PRmerger:
Right. No one should ever be proposing “God says so” as any apologia.
But therein lies the problem. If we both agree “God says so”, or some more complex and nuanced variant, isn’t the way to convince me of an objective moral standard, then the next step will be to pull God out, and replace it with Natural Law. And then I’ll respond much the same, so we reach an impasse.
So why would something as abstract as “Natural Law” be compelling to convince anyone of an objective moral standard, when an active Creator of the universe who brings all into being will not convince you? Why would morality coming from the source of existence itself NOT be compelling, but an abstraction like Natural Moral Law would be? I am genuinely puzzled. Perhaps you have a distinct bias against Omnibenevolent Creators?
I smell a deflection here.
I also suspect neither of those will convince you primarily because your “standard” for morality isn’t permitted, in principle, by your need to control your choices. It could be that this requirement for control leads to an unwillingness to be objective because you won’t allow morality to be an imposition from an external origin onto your behaviour or actions, from the get go. The source of your control must be from within your willingness, I suspect, which is why you have to default to morality is “subjective.”
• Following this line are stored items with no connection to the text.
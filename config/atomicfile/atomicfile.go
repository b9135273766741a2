// Package atomicfile writes files so that a reader sees either the old
// content or the whole new content, never a part of it: the data goes to a
// temporary file in the destination's directory, is flushed to disk, and is
// renamed over the destination. A failed write leaves no temporary file and
// leaves an existing destination as it was.
//
// Every file tonetrace writes — traces, recordings, stimuli, settings —
// goes through here, so an interrupted run never leaves a truncated file
// where a measurement used to be.
package atomicfile

import (
	"bufio"
	"fmt"
	"io"
	"os"
	"path/filepath"
)

// Mode is the permission of the files Write creates.
const Mode = 0o644

// Write creates or replaces the file at path with what fill writes. fill
// receives a buffered writer; its error is returned unchanged (so callers
// keep their own error types), and the destination is not touched. Other
// errors name path and wrap the operating system's error.
func Write(path string, fill func(w io.Writer) error) (err error) {
	dir, base := filepath.Split(path)
	if dir == "" {
		dir = "."
	}
	f, err := os.CreateTemp(dir, "."+base+".tmp-*")
	if err != nil {
		return fmt.Errorf("creating a file next to %s: %w", path, err)
	}
	tmp := f.Name()
	defer func() {
		if err != nil {
			f.Close()
			os.Remove(tmp)
		}
	}()
	bw := bufio.NewWriterSize(f, 1<<16)
	if err := fill(bw); err != nil {
		return err
	}
	if err := bw.Flush(); err != nil {
		return fmt.Errorf("writing %s: %w", path, err)
	}
	if err := f.Chmod(Mode); err != nil {
		return fmt.Errorf("writing %s: %w", path, err)
	}
	if err := f.Sync(); err != nil {
		return fmt.Errorf("writing %s: %w", path, err)
	}
	if err := f.Close(); err != nil {
		return fmt.Errorf("writing %s: %w", path, err)
	}
	if err := os.Rename(tmp, path); err != nil {
		return fmt.Errorf("writing %s: %w", path, err)
	}
	// Make the rename itself durable; not every system can sync a
	// directory, and the file is complete either way.
	if d, derr := os.Open(dir); derr == nil {
		d.Sync()
		d.Close()
	}
	return nil
}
I would argue that while ultimately your position is true because moral choices are, in fact, the moral responsibility of the agent. The problem, however, is if the moral agent is a defective moral agent their choices will be immoral and irresponsible, so the only way of righting the cart, so to speak, in that case is to impose morality from outside until the agent achieves some decent moral rectitude and becomes capable of correct moral choices.
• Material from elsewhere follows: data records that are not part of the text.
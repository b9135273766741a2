package stimulus

import (
	"math"
	"math/rand/v2"
)

// Noise scaling constants.
const (
	// WhitePeakSigmas is where streamed white noise is truncated, in
	// standard deviations: draws beyond ±4σ are redrawn, so the samples
	// are independent (the spectrum stays white), the peak is exactly
	// bounded by the level, and the crest factor is at most 12.04 dB.
	// About 6.3e−5 of draws are redrawn.
	WhitePeakSigmas = 4.0
	// PinkPeakSigmas is the headroom of streamed pink noise: its standard
	// deviation is the level's amplitude divided by 5, so a sample reaches
	// the hard limit with the Gaussian probability beyond 5σ, about 5.7e−7
	// (once in 36 s at 48 kHz); see [PinkNoise.Limited].
	PinkPeakSigmas = 5.0
	// pinkWarmup is the number of samples the pink filter runs before its
	// first output: five time constants of its slowest section (pole
	// 0.99886, 877 samples), so the output starts stationary.
	pinkWarmup = 4400
	// pcgStream is the second PCG seed word; the caller's seed is the
	// first.
	pcgStream = 0x746f6e6574726163
)

// newRand returns the package's seeded PCG generator.
func newRand(seed uint64) *rand.Rand { return rand.New(rand.NewPCG(seed, pcgStream)) }

// truncNorm returns a standard normal draw truncated to ±WhitePeakSigmas
// by redrawing.
func truncNorm(r *rand.Rand) float64 {
	for {
		z := r.NormFloat64()
		if math.Abs(z) <= WhitePeakSigmas {
			return z
		}
	}
}

// WhiteNoise streams Gaussian white noise: independent standard normal
// draws from a seeded PCG generator, truncated at ±4σ (see
// [WhitePeakSigmas]) and scaled so ±4σ is the level's amplitude. Its RMS
// is thus about level − 12.04 dB. Not safe for concurrent use.
type WhiteNoise struct {
	rng   *rand.Rand
	scale float64
}

// NewWhiteNoise returns a white-noise stream seeded by seed at levelDBFS
// (peak) under capDBFS. Errors as for [CheckLevel].
func NewWhiteNoise(seed uint64, levelDBFS, capDBFS float64) (*WhiteNoise, error) {
	amp, _, err := CheckLevel(levelDBFS, capDBFS)
	if err != nil {
		return nil, err
	}
	return &WhiteNoise{rng: newRand(seed), scale: amp / WhitePeakSigmas}, nil
}

// Read fills all of dst and returns len(dst). It never allocates.
func (w *WhiteNoise) Read(dst []float64) int {
	for i := range dst {
		dst[i] = w.scale * truncNorm(w.rng)
	}
	return len(dst)
}

// kellet is Paul Kellet's "refined" pink-noise filter (from memory; posted
// to the music-dsp mailing list, about 1999): a weighted sum of six
// first-order low-pass sections and a one-sample-delayed direct term that
// approximates −10 dB/decade (−3 dB/octave), stated to be within ±0.05 dB
// above 9.2 Hz at a 44.1 kHz sample rate. Its poles are fixed in z, so at
// another rate fs the valid range scales by fs/44100 (above about 10 Hz
// at 48 kHz, 20 Hz at 96 kHz).
type kellet struct {
	b [7]float64
}

// kelletCoefficients returns the filter's six section poles and gains and
// its direct and one-sample-delayed white-noise weights, as used by
// kellet.next.
func kelletCoefficients() (poles, gains [6]float64, direct, delayed float64) {
	return [6]float64{0.99886, 0.99332, 0.96900, 0.86650, 0.55000, -0.7616},
		[6]float64{0.0555179, 0.0750759, 0.1538520, 0.3104856, 0.5329522, -0.0168980},
		0.5362, 0.115926
}

func (k *kellet) next(w float64) float64 {
	b := &k.b
	b[0] = 0.99886*b[0] + w*0.0555179
	b[1] = 0.99332*b[1] + w*0.0750759
	b[2] = 0.96900*b[2] + w*0.1538520
	b[3] = 0.86650*b[3] + w*0.3104856
	b[4] = 0.55000*b[4] + w*0.5329522
	b[5] = -0.7616*b[5] - w*0.0168980
	out := b[0] + b[1] + b[2] + b[3] + b[4] + b[5] + b[6] + w*0.5362
	b[6] = w * 0.115926
	return out
}

// kelletPowerGain returns Σh[n]², the output variance of the filter for
// unit-variance white input, from its impulse response
// h[n] = Σₖ gₖ·pₖⁿ + d₀·δ[n] + d₁·δ[n−1].
func kelletPowerGain() float64 {
	p, g, d0, d1 := kelletCoefficients()
	sum := d0*d0 + d1*d1
	for i := range p {
		sum += 2 * g[i] * (d0 + d1*p[i])
		for j := range p {
			sum += g[i] * g[j] / (1 - p[i]*p[j])
		}
	}
	return sum
}

// PinkNoise streams pink noise (−3 dB/octave, −10 dB/decade power
// spectral density): truncated Gaussian white noise from a seeded PCG
// generator (as [WhiteNoise]) through Paul Kellet's refined filter (from
// memory; a sum of first-order sections, accurate to ±0.05 dB above
// 9.2 Hz at 44.1 kHz, the range scaling with the sample rate). The filter
// is run for 4400 samples before the first output so the stream starts
// stationary.
//
// Its standard deviation is the level's amplitude over [PinkPeakSigmas];
// a sample beyond the amplitude is clamped to it (and to the cap) and
// counted by [PinkNoise.Limited]. Not safe for concurrent use.
type PinkNoise struct {
	rng     *rand.Rand
	f       kellet
	scale   float64
	amp     float64
	limited int64
}

// NewPinkNoise returns a pink-noise stream seeded by seed at levelDBFS
// (peak) under capDBFS. Errors as for [CheckLevel].
func NewPinkNoise(seed uint64, levelDBFS, capDBFS float64) (*PinkNoise, error) {
	amp, _, err := CheckLevel(levelDBFS, capDBFS)
	if err != nil {
		return nil, err
	}
	p := &PinkNoise{rng: newRand(seed), amp: amp}
	p.scale = amp / (PinkPeakSigmas * math.Sqrt(kelletPowerGain()))
	for range pinkWarmup {
		p.f.next(truncNorm(p.rng))
	}
	return p, nil
}

// Read fills all of dst and returns len(dst). It never allocates.
func (p *PinkNoise) Read(dst []float64) int {
	for i := range dst {
		v := p.scale * p.f.next(truncNorm(p.rng))
		if math.Abs(v) > p.amp {
			v = math.Copysign(p.amp, v)
			p.limited++
		}
		dst[i] = v
	}
	return len(dst)
}

// Limited returns how many samples so far were clamped to the level's
// amplitude.
func (p *PinkNoise) Limited() int64 { return p.limited }

// pinkUnit fills dst with pink noise of unit nominal variance (before any
// level scaling), warmed up like [PinkNoise].
func pinkUnit(dst []float64, seed uint64) {
	r := newRand(seed)
	var f kellet
	for range pinkWarmup {
		f.next(truncNorm(r))
	}
	g := 1 / math.Sqrt(kelletPowerGain())
	for i := range dst {
		dst[i] = g * f.next(truncNorm(r))
	}
}

// whiteUnit fills dst with truncated standard normal draws.
func whiteUnit(dst []float64, seed uint64) {
	r := newRand(seed)
	for i := range dst {
		dst[i] = truncNorm(r)
	}
}
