package stimulus

import (
	"fmt"
	"math"
	"strings"

	"tonetrace/dsp/plan"
)

// Stimulus kind names, as typed on the command line.
const (
	KindNoise     = "noise"     // Gaussian white noise
	KindPink      = "pink"      // pink noise, −3 dB/octave
	KindMultitone = "multitone" // periodic multitone; rendered by package multitone, not here
	KindSteps     = "steps"     // stepped sine over third-octave frequencies
	KindLogSweep  = "logsweep"  // Farina exponential sweep
)

// Kinds returns the stimulus kind names the stimulus command accepts, in
// the order to list them. [Render] renders all but [KindMultitone].
func Kinds() []string {
	return []string{KindNoise, KindPink, KindMultitone, KindSteps, KindLogSweep}
}

// Options describe a whole-file stimulus for [Render].
type Options struct {
	// Rate is the sample rate in Hz; positive and finite.
	Rate float64
	// Seconds is the duration in seconds; the file has
	// round(Seconds·Rate) samples, from 1 to [MaxSamples].
	Seconds float64
	// LevelDBFS is the peak level in dBFS (see the package doc).
	LevelDBFS float64
	// CapDBFS is the hard cap in dBFS, at most 0; LevelDBFS must not
	// exceed it.
	CapDBFS float64
	// From and To bound the frequencies in Hz for "steps" and "logsweep"
	// (0 < From < To ≤ Rate/2); the noises ignore them.
	From, To float64
	// Seed seeds the noise generators; the same seed gives the same file.
	Seed uint64
	// FadeSeconds is the raised-cosine fade at each end, in seconds; 0 for
	// none; at most a quarter of Seconds.
	FadeSeconds float64
}

// Render returns a whole stimulus of the named kind:
//
//   - "noise": white Gaussian noise (see [WhiteNoise]), faded, then
//     scaled so its largest sample is exactly the level.
//   - "pink": pink noise (see [PinkNoise]), faded, then scaled so its
//     largest sample is exactly the level.
//   - "steps": a stepped sine (see [SteppedSine]) over the exact
//     third-octave midbands whose nominal frequencies lie in [From, To]
//     (see [DefaultSteps] for the layout).
//   - "logsweep": Farina's sweep from From to To over the whole duration
//     (see [LogSweep]).
//
// "multitone" is built by package multitone and is an error here, as is
// an unknown kind (the error lists the known ones). Errors also for
// invalid options, each naming the option and the fix.
func Render(kind string, opts Options) ([]float64, error) {
	if _, _, err := CheckLevel(opts.LevelDBFS, opts.CapDBFS); err != nil {
		return nil, err
	}
	n, fade, err := opts.samples()
	if err != nil {
		return nil, err
	}
	switch kind {
	case KindNoise, KindPink:
		x := make([]float64, n)
		if kind == KindNoise {
			whiteUnit(x, opts.Seed)
		} else {
			pinkUnit(x, opts.Seed)
		}
		Fade(x, fade)
		if err := ScalePeak(x, opts.LevelDBFS, opts.CapDBFS); err != nil {
			return nil, err
		}
		return x, nil
	case KindSteps:
		steps, fade, err := DefaultSteps(opts)
		if err != nil {
			return nil, err
		}
		s, err := NewSteppedSine(opts.Rate, steps, fade, opts.LevelDBFS, opts.CapDBFS)
		if err != nil {
			return nil, err
		}
		x := make([]float64, s.Len())
		s.Read(x)
		return x, nil
	case KindLogSweep:
		sw := LogSweep{Rate: opts.Rate, F1: opts.From, F2: opts.To, Seconds: opts.Seconds, FadeSeconds: opts.FadeSeconds}
		return sw.Render(nil, opts.LevelDBFS, opts.CapDBFS)
	case KindMultitone:
		return nil, fmt.Errorf("stimulus: kind %q is rendered by package multitone, not by stimulus.Render", kind)
	}
	return nil, fmt.Errorf("stimulus: unknown kind %q; use one of %s", kind, strings.Join(Kinds(), ", "))
}

// samples validates the shared options and returns the length and fade
// in samples.
func (o Options) samples() (n, fade int, err error) {
	if !(o.Rate > 0) || math.IsInf(o.Rate, 1) {
		return 0, 0, fmt.Errorf("stimulus: sample rate %v Hz must be positive and finite", o.Rate)
	}
	if !(o.Seconds > 0) || math.IsInf(o.Seconds, 1) {
		return 0, 0, fmt.Errorf("stimulus: duration %v s must be positive and finite", o.Seconds)
	}
	nf := math.Round(o.Seconds * o.Rate)
	if nf < 1 || nf > MaxSamples {
		return 0, 0, fmt.Errorf("stimulus: %g s at %g Hz is %.0f samples; give a duration of 1 to %d samples", o.Seconds, o.Rate, nf, MaxSamples)
	}
	if !(o.FadeSeconds >= 0) || o.FadeSeconds > o.Seconds/4 {
		return 0, 0, fmt.Errorf("stimulus: fade %v s must be between 0 and a quarter of the duration (%g s)", o.FadeSeconds, o.Seconds/4)
	}
	return int(nf), int(math.Round(o.FadeSeconds * o.Rate)), nil
}

// DefaultSteps returns the stepped sequence the "steps" kind of [Render]
// plays, and its fade in samples, so an analyser can rebuild the schedule
// of a rendered file with [NewSteppedSine] and [SteppedSine.Schedule].
//
// The frequencies are the exact third-octave midbands 1000·10^(x/10) Hz
// whose ISO 266 nominal frequencies lie in [From, To] (see
// [plan.ThirdOctave]), ascending. Of the round(Seconds·Rate) samples, the
// fade (round(FadeSeconds·Rate)) is taken at each end; the rest is shared
// equally, S = ⌊(total − 2·fade)/k⌋ samples for each of the k steps, a
// quarter of each (⌊S/4⌋) settling and the rest integrating. The first
// step's settling time also holds the fade-in and the few samples left
// over by the division, and the fade-out follows the last step, so the
// sequence is exactly round(Seconds·Rate) samples long.
//
// Errors: invalid options, no band in [From, To] below Rate/2, or steps
// shorter than 4 samples (raise Seconds or narrow the range).
func DefaultSteps(opts Options) ([]Step, int, error) {
	n, fade, err := opts.samples()
	if err != nil {
		return nil, 0, err
	}
	if !(opts.From > 0) || !(opts.To > opts.From) || opts.To > opts.Rate/2 {
		return nil, 0, fmt.Errorf("stimulus: steps from %v Hz to %v Hz must have 0 < from < to ≤ half the sample rate (%g Hz)", opts.From, opts.To, opts.Rate/2)
	}
	bands, err := plan.ThirdOctave(opts.From, opts.To)
	if err != nil {
		return nil, 0, err
	}
	var steps []Step
	for _, b := range bands {
		if b.Center < opts.Rate/2 {
			steps = append(steps, Step{Freq: b.Center})
		}
	}
	if len(steps) == 0 {
		return nil, 0, fmt.Errorf("stimulus: no third-octave band between %g Hz and %g Hz; widen the range", opts.From, opts.To)
	}
	k := len(steps)
	s := (n - 2*fade) / k
	if s < 4 {
		return nil, 0, fmt.Errorf("stimulus: %d steps in %g s leave %d samples per step; lengthen the duration or narrow the range", k, opts.Seconds, s)
	}
	for i := range steps {
		steps[i].Settle = s / 4
		steps[i].Integrate = s - s/4
	}
	steps[0].Settle += fade + (n - 2*fade - k*s)
	return steps, fade, nil
}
This is the problem with insisting morality is purely subjective, however: it permits morally deficient and defective subjects to claim their morality is en par with the morality of certifiably good moral agents.
Is the morality of a murderer or rapist on equal standing with, say, the morality of Jesus or Gandhi? If not, how can you say morality is merely subjectively determined by the agent? If it is the rapist has the right to determine their own morality for themselves, and others have no right to interfere.
That can’t be the case, however, if we are to make any clear distinction between the morality of a rapist and the morality of a good person, and permit interfering with the actions of the rapist. The standard for morality has to be outside the defective and immoral agent. There has to be an objective standard independent of human subjects by which the morality of individual human subjects itself can be assessed.
It can still be subject based, but based upon an abstract subject, i.e., a good moral agent as an ideal to live up to worked out by moral debate and discussion, in much the same way that what makes
a good triangle is determined in light of an abstraction regarding what a triangle is, objectively and conceptually speaking.